_Your task_
Two lines below mark the span: the one containing "expect(other.program).toBe(base.program);" and the one containing "for (const end". Set down both, plus every line between, exactly as they stand, and nothing else.

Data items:
import fc from 'fast-check';
import { describe, expect, it } from 'vitest';
import { LONGEST_LINE, commentLines, commentText, formatFeed, formatSteps } from '#shared/program/words';
import { readBlocks } from '#shared/reader/index';

const SEED = 72; // fixed, so that a failure is the same for everybody; fast-check prints it with the case
const anyText = fc.string({ unit: 'binary', maxLength: 200 });
/** What would hurt if it came through: ends of comments and lines, words, other alphabets' forms of them. */
const hostile = fc.array(fc.constantFrom(...'()%;/\\\n\r\t\u0000\u2028:!#[]*{}<>', ')G0 Z-9', '（', '）', '⑴', '％', '；', '／', 'ß', 'ﬃ', 'é', 'İ', 'K74-QDM', ' ', 'a', '１', '½'), { maxLength: 80 })
  .map((parts) => parts.join(''));

describe("a coordinate's number", () => {
  it.each([
    [9375, 4, '0.9375'], [-1875, 4, '-0.1875'], [0, 4, '0.0000'], [-0, 3, '0.000'], [1, 6, '0.000001'], [-1, 6, '-0.000001'], [2400000, 4, '240.0000'], [6096000, 3, '6096.000'],
  ])('of %d steps with %d decimals is %s', (steps, decimals, text) => {
    expect(formatSteps(steps, decimals)).toBe(text);
  });

  it('always has its point, never an exponent and never minus zero, and is exact', () => {
    fc.assert(fc.property(fc.integer({ min: -1e12, max: 1e12 }), fc.integer({ min: 3, max: 6 }), (steps, decimals) => {
      const text = formatSteps(steps, decimals);
      expect(text).toMatch(new RegExp(`^-?\\d+\\.\\d{${decimals}}$`));
      expect(text).not.toMatch(/^-0\.0+$/);
      expect(Number(text.replace('.', ''))).toBe(steps === 0 ? 0 : steps);
    }), { seed: SEED, numRuns: 1000 });
  });
});

describe("a feed's number", () => {
  it.each([[100, '100.0'], [25, '25.0'], [0.3, '0.3'], [0.30000000000000004, '0.3'], [99.99, '99.9'], [3937.0078, '3937.0'], [0.5 * 25.4, '12.7'], [2540, '2540.0']])('%d is %s', (feed, text) => {
    expect(formatFeed(feed)).toBe(text);
  });

  it('is never above the feed that was asked for, nor a tenth below it', () => {
    fc.assert(fc.property(fc.double({ min: 0.1, max: 2e6, noNaN: true }), (feed) => {
      const text = formatFeed(feed);
      expect(text).toMatch(/^\d+\.\d$/);
      expect(Number(text)).toBeLessThanOrEqual(feed + 1e-6); // 1e-6: 0.3 in binary is a little less than 0.3
      expect(Number(text)).toBeGreaterThan(feed - 0.1 - 1e-9);
    }), { seed: SEED, numRuns: 1000 });
  });
});

describe("a person's text in a comment", () => {
  it.each([
    ['Rail A', 'RAIL A'], ['Squad (front) 100% ; N10 G0', 'SQUAD FRONT 100 N10 G0'], ['A) G0 Z-9 (', 'A G0 Z-9'], ['Pâté, 1/4"', 'PATE, 1 4'], ['', ''], ['   ', ''],
    ['（ａ）', 'A'], ['3/8 rail', '3 8 RAIL'], ['Straße', 'STRASSE'], ['\u0000\n\r', ''], ["Ines' rail + 1", "INES' RAIL + 1"],
  ])('%j becomes %j', (text, cleaned) => {
    // A letter keeps its place without its accent, which is a character of its own after decomposition (Unicode NFKD): it is replaced as any other.
    expect(commentText(text)).toBe(cleaned);
  });

  it('keeps only upper-case ASCII that can neither close a comment nor start one, a delimiter or a block delete', () => {
    fc.assert(fc.property(fc.oneof(anyText, hostile), (text) => {
      expect(commentText(text)).toMatch(/^[A-Z0-9 .,+'-]*$/);
      expect(commentText(commentText(text))).toBe(commentText(text));
    }), { seed: SEED, numRuns: 2000 });
  });

  it('stays in its own comments, each closed on a line of at most 72 characters', () => {
    expect(LONGEST_LINE).toBe(72); // issue, "The text"
    fc.assert(fc.property(fc.oneof(anyText, hostile), (text) => {
      const lines = commentLines(text);
      for (const line of lines) {
        expect(line).toMatch(/^\([A-Z0-9 .,+'-]+\)$/);
        expect(line.length).toBeLessThanOrEqual(72);
      }
      // To the reader they are comments and nothing else.
      const read = readBlocks(`${lines.join('\n')}\nM30\n`);
      expect(read.ok && read.blocks.map((block) => block.words.map(({ letter }) => letter))).toEqual([['M']]);
      expect(read.ok && read.comments.length).toBe(lines.length);
    }), { seed: SEED, numRuns: 2000 });
  });

  it('is broken between words and loses none of them', () => {
    fc.assert(fc.property(fc.array(fc.stringMatching(/^[A-Z0-9]{1,30}$/), { minLength: 1, maxLength: 20 }), (words) => {
      expect(commentLines(words.join(' ')).map((line) => line.slice(1, -1)).join(' ')).toBe(words.join(' '));
    }), { seed: SEED });
  });
});
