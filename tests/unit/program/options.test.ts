import { afterEach, describe, expect, it, vi } from 'vitest';
import { type MadeProgram, makeProgram } from '#shared/makeProgram';
import { DEFAULT_OPTIONS, programOptionsSchema } from '#shared/program/options';
import { programFileName } from '#shared/program/write';
import type { RawSpec } from '../../support/randomSpecs';
import { type JudgedOptions, expectSoundCut } from '../../support/soundCut/index';
import { RAIL_A, RAIL_MM, asked } from '../slot/asking';

const ROUND_A = { ...RAIL_A, ends: 'round', name: 'Rail A' } as const;
const ROUND_MM = { ...RAIL_MM, ends: 'round' } as const;

type Good = Extract<MadeProgram, { ok: true }>;

/** Makes a program, and has it judged by what the options say it must be. */
function make(raw: RawSpec, options: JudgedOptions & { fileEnding?: string } = {}): Good {
  const made = makeProgram(asked({ ...raw, options }));
  if (!made.ok) throw new Error(`disagrees: ${made.readback.findings.filter(({ severity }) => severity === 'disagrees').map(({ rule }) => rule).join(', ')}`);
  expectSoundCut(made.program, raw, options);
  return made;
}

const base = make(ROUND_A);
const linesOf = (text: string) => text.trimEnd().split(/\r?\n/);
const blocksOf = (text: string) => linesOf(text).filter((line) => !line.startsWith('('));
/** The mark differs wherever the text does. */
const unmarked = (text: string) => text.replace(/PROGRAM MARK \S+\)/, 'PROGRAM MARK)');

describe('each option changes only what it should', () => {
  it('line numbers: an N word on every block, and nothing else', () => {
    const { program, mark } = make(ROUND_A, { lineNumbers: true });
    expect(program.replace(/^N\d+ /gm, '')).toBe(base.program);
    expect(linesOf(program).filter((line) => !/^(N\d{1,4} |\(|%)/.test(line))).toEqual([]);
    const numbers = [...program.matchAll(/^N(\d+) /gm)].map((found) => Number(found[1]));
    expect(numbers).toEqual(numbers.map((_, i) => 10 * (i + 1)));
    expect(mark).toBe(base.mark); // N words do not count
  });

  it('line numbers of a long program: begin again after 9999, never five digits', () => {
    const { program } = make({ ...ROUND_A, width: 1.5, railWidth: 4, bitDiameter: 0.0625, stepdown: 0.03, stopMargin: 1, depth: 0.06, stepover: 0.3, stickout: 1 }, { lineNumbers: true, chordTolerance: 0.0001 });
    const numbers = [...program.matchAll(/^N(\d+) /gm)].map((found) => Number(found[1]));
    expect(numbers.length).toBeGreaterThan(9999);
    expect(Math.max(...numbers)).toBe(9999);
    expect(numbers.filter((n) => n === 1).length).toBeGreaterThan(1);
  });

  it('CRLF: the line endings alone', () => {
    const { program, mark } = make(ROUND_A, { lineEndings: 'crlf' });
    expect(program.replaceAll('\r\n', '\n')).toBe(base.program);
    expect(program.match(/\n/g)?.length).toBe(program.match(/\r\n/g)?.length);
    expect(mark).toBe(base.mark);
  });

  it('no %: the two lines alone', () => {
    const { program, mark } = make(ROUND_A, { percent: false });
    expect(`%\n${program}%\n`).toBe(base.program);
    expect(mark).toBe(base.mark);
  });

  it('no comments: the comment lines alone', () => {
    const { program } = make(ROUND_A, { comments: false });
    expect(program).not.toMatch(/[()]/);
    expect(linesOf(program)).toEqual(blocksOf(base.program));
  });

  it('no S: the S word alone, and the readback says that no speed was measured', () => {
    const { program, readback } = make(ROUND_A, { speedWord: false });
    expect(unmarked(program)).toBe(unmarked(base.program).replace('S16000 M3', 'M3'));
    expect(readback.findings.find(({ rule }) => rule === 'spindleSpeed')).toMatchObject({ severity: 'not measured', reason: 'noWord' });
  });

  it.each([['seconds', /^G4 P4\.0$/], ['milliseconds', /^G4 P4000\.0$/]] as const)('a wait in %s: one block after M3', (spindleWait, form) => {
    const { program } = make(ROUND_A, { spindleWait });
    const blocks = blocksOf(program);
    const at = blocks.findIndex((block) => form.test(block));
    expect(blocks[at - 1]).toMatch(/M3$/);
    expect(blocks.toSpliced(at, 1)).toEqual(blocksOf(base.program));
  });

  it('waits as long in seconds as in milliseconds', () => {
    expect(make(ROUND_A, { spindleWait: 'milliseconds' }).summary.seconds).toBeCloseTo(make(ROUND_A, { spindleWait: 'seconds' }).summary.seconds, 9);
  });

  it('M2: the last code alone', () => {
    expect(unmarked(make(ROUND_A, { end: 'M2' }).program)).toBe(unmarked(base.program).replace('\nM30\n', '\nM2\n'));
  });

  it('file ending: the name alone', () => {
    const other = make(ROUND_A, { fileEnding: 'ngc' });
    expect(other.program).toBe(base.program);
    expect(other.fileName).toBe(base.fileName.replace(/nc$/, 'ngc'));
  });

  it('chords: the arcs alone', () => {
    const { program } = make(ROUND_A, { chordTolerance: 0.0005 });
    expect(base.program).toMatch(/^G3 /m);
    expect(program).not.toMatch(/^G[23] /m);
    const ends = blocksOf(base.program).filter((block) => /^G3 /.test(block)).map((block) => block.replace(/ I.*$/, ''));
    for (const end of ends) {
      // Each arc's end is still reached, by a word that names what changed.
      const [x = '', y = ''] = [...end.matchAll(/[XY]-?[\d.]+/g)].map(([word]) => word);
      expect(program.includes(x) && program.includes(y)).toBe(true);
    }
    expect(blocksOf(program).filter((block) => /^G0|^[SM%]|^G\d\d/.test(block))).toEqual(blocksOf(base.program).filter((block) => /^G0|^[SM%]|^G\d\d/.test(block)));
  });
});

describe('a program in other units than its drawing', () => {
  it.each([['in', ROUND_A, 'mm', 'G21', 'MILLIMETRES', /[XYZ]-?\d+\.\d{3}(?!\d)/g], ['mm', ROUND_MM, 'in', 'G20', 'INCHES', /[XYZ]-?\d+\.\d{4}(?!\d)/g]] as const)(
    'drawn in %s: is written in the other, and read back in the drawing\'s', (units, raw, programUnits, code, words, form) => {
      const { program, readback, spec } = make(raw, { programUnits });
      expect(blocksOf(program)).toContain(code);
      expect(program).toContain(`(ALL SIZES IN ${words})`);
      expect(blocksOf(program).join('\n').match(/[XYZ]-?[\d.]+/g)?.filter((word) => !word.match(form))).toEqual([]);
      const length = readback.findings.find(({ rule }) => rule === 'length');
      expect(length).toMatchObject({ severity: 'agrees', wanted: raw.length });
      expect(Math.abs(Number(length?.measured) - raw.length)).toBeLessThanOrEqual(units === 'in' ? 0.0005 : 0.01);
      expect(spec.units).toBe(units);
    });

  it('is the plain program where the units are the same', () => {
    expect(make(ROUND_A, { programUnits: 'in' }).program).toBe(base.program);
  });

  it('states sizes, feeds and heights of the header in its own units', () => {
    const { program } = make({ ...ROUND_A, railThickness: 0.75 }, { programUnits: 'mm' });
    expect(program).toContain('(RAIL 666.750 LONG 31.750 WIDE 19.050 THICK)'); // 26 1/4 × 1 1/4 × 3/4 in
    expect(program).toContain('(CLAMPS UP TO 12.700, SAFE HEIGHT 19.050)');
    expect(program).toContain('FEED 3098.8'); // 122 in/min
  });
});

describe('the same slot', () => {
  afterEach(() => void vi.useRealTimers());

  it('gives the same bytes on any day and at any time', () => {
    vi.useFakeTimers();
    const texts = ['1999-12-31T23:59:59Z', '2031-07-04T06:00:00Z'].map((day) => {
      vi.setSystemTime(new Date(day));
      return make(ROUND_A).program;
    });
    expect(new Set([...texts, base.program]).size).toBe(1);
  });
});

describe('the options', () => {
  it('have the defaults that any three-axis controller takes (issue, "The text")', () => {
    expect(DEFAULT_OPTIONS).toEqual({
      lineNumbers: false, chordTolerance: 0, lineEndings: 'lf', percent: true, comments: true, speedWord: true, spindleWait: 'none', end: 'M30', fileEnding: 'nc', programUnits: null,
    });
  });

  it.each([
    [{ fileEnding: '../x' }], [{ fileEnding: 'toolong' }], [{ fileEnding: '' }], [{ chordTolerance: -0.001 }], [{ chordTolerance: Number.NaN }], [{ end: 'M99' }], [{ lineNumbers: 'yes' }],
    [{ programUnits: 'cm' }], [{ spindleWait: 'minutes' }], [{ colour: 'red' }],
  ])('refuse %j', (options) => {
    expect(programOptionsSchema.safeParse(options).success).toBe(false);
  });
});

describe("a file's name", () => {
  it.each([
    ['Rail A', 'rail-a_K74-QDM.nc'], ['', 'rail_K74-QDM.nc'], ['../../etc/passwd', 'etc-passwd_K74-QDM.nc'], ['CON', 'con_K74-QDM.nc'], ['---', 'rail_K74-QDM.nc'], ['軌道', 'rail_K74-QDM.nc'],
    ['A'.repeat(60), `${'a'.repeat(40)}_K74-QDM.nc`],
  ])('for %j is %s', (name, wanted) => {
    expect(programFileName({ ...base.spec, name }, 'K74-QDM', 'nc')).toBe(wanted);
  });
});
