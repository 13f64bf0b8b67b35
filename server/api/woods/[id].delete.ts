import { gone, idOf } from '#server/access/found';
import { callerOf } from '#server/access/person';
import { shopWoods } from '#server/services/records';

/** Puts a wood away: it is offered no more, and stays with what was made with it. */
export default defineEventHandler(async (event) => {
  if (!(await shopWoods.archive(callerOf(event), idOf(event)))) throw gone();
  return { id: idOf(event) };
});
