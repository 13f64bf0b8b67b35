import { trackOf } from '../support/soundCut/geometry';
import { interpret } from '../support/soundCut/interpret';
import { cutsOf, deepestOf, floorOf } from '../support/soundCut/sizes';
import type { JudgedSpec } from '../support/soundCut/types';
import { readText } from '../support/soundCut/words';

/** A finished slot on its rail, from the rail's front left corner: what the judge's own interpreter sees of the floor. */
export interface MeasuredSlot {
  readonly left: number;
  readonly right: number;
  readonly front: number;
  readonly back: number;
  readonly length: number;
  readonly width: number;
  readonly depth: number;
  /** Depths that the bit travels level at, shallowest first. */
  readonly levels: readonly number[];
}

export function measureSlot(program: string, spec: JudgedSpec): MeasuredSlot {
  const cuts = cutsOf(interpret(readText(program), spec.units).moves);
  const boxes = floorOf(cuts).map((cut) => trackOf(cut).box);
  const radius = spec.bitDiameter / 2;
  const zero = spec.workZero === 'centre' ? { x: spec.length / 2 + spec.stopMargin, y: (spec.railWidth ?? 3 * spec.width) / 2 } : { x: 0, y: 0 };
  const left = Math.min(...boxes.map(({ x0 }) => x0)) - radius + zero.x;
  const right = Math.max(...boxes.map(({ x1 }) => x1)) + radius + zero.x;
  const front = Math.min(...boxes.map(({ y0 }) => y0)) - radius + zero.y;
  const back = Math.max(...boxes.map(({ y1 }) => y1)) + radius + zero.y;
  const level = cuts.filter(({ from, to }) => from.z === to.z).map(({ to }) => -to.z);
  return { left, right, front, back, length: right - left, width: back - front, depth: -deepestOf(cuts), levels: [...new Set(level)].sort((a, b) => a - b) };
}
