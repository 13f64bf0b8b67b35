import { existsSync, readFileSync, readdirSync } from 'node:fs';
import { describe, expect, it } from 'vitest';
import { makeProgram } from '#shared/makeProgram';
import { expectSoundCut } from '../../support/soundCut/index';
import { asked } from '../slot/asking';

const fixtures = (path: string) => new URL(`../../../fixtures/${path}`, import.meta.url);
const names = readdirSync(fixtures('programs')).filter((file) => file.endsWith('.nc')).map((file) => file.replace(/\.nc$/, ''));

/**
 * Whole texts, read by a person once and kept: fixtures/slots/<name>.json makes fixtures/programs/<name>.nc, byte for byte.
 * Nothing writes these files. A change to the text is made here by hand, after looking at what it means at a machine.
 */
describe('golden programs', () => {
  it('are there', () => {
    expect(names).toContain('readme-rail');
  });

  it.each(names)('%s is what its slot makes', (name) => {
    expect(existsSync(fixtures(`slots/${name}.json`))).toBe(true);
    const raw: object = JSON.parse(readFileSync(fixtures(`slots/${name}.json`), 'utf8'));
    const made = makeProgram(asked(raw));
    expect(made.ok && made.program).toBe(readFileSync(fixtures(`programs/${name}.nc`), 'utf8'));
    expectSoundCut(made.ok ? made.program : '', made.spec);
  });
});
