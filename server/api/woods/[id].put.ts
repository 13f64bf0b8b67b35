import { gone, idOf } from '#server/access/found';
import { callerOf } from '#server/access/person';
import { shopWoods } from '#server/services/records';
import { readBodyAs } from '#server/utils/readBodyAs';
import { ownWoodSchema } from '#shared/shop/wood';

/** Changes a wood; programs made with it keep it as it was. */
export default defineEventHandler(async (event) => {
  const changed = await shopWoods.change(callerOf(event), idOf(event), await readBodyAs(event, ownWoodSchema));
  if (!changed) throw gone();
  return { id: idOf(event) };
});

_Solution to this task_
    expect(other.program).toBe(base.program);
    expect(other.fileName).toBe(base.fileName.replace(/nc$/, 'ngc'));
  });

  it('chords: the arcs alone', () => {
    const { program } = make(ROUND_A, { chordTolerance: 0.0005 });
    expect(base.program).toMatch(/^G3 /m);
    expect(program).not.toMatch(/^G[23] /m);
    const ends = blocksOf(base.program).filter((block) => /^G3 /.test(block)).map((block) => block.replace(/ I.*$/, ''));
    for (const end of ends) {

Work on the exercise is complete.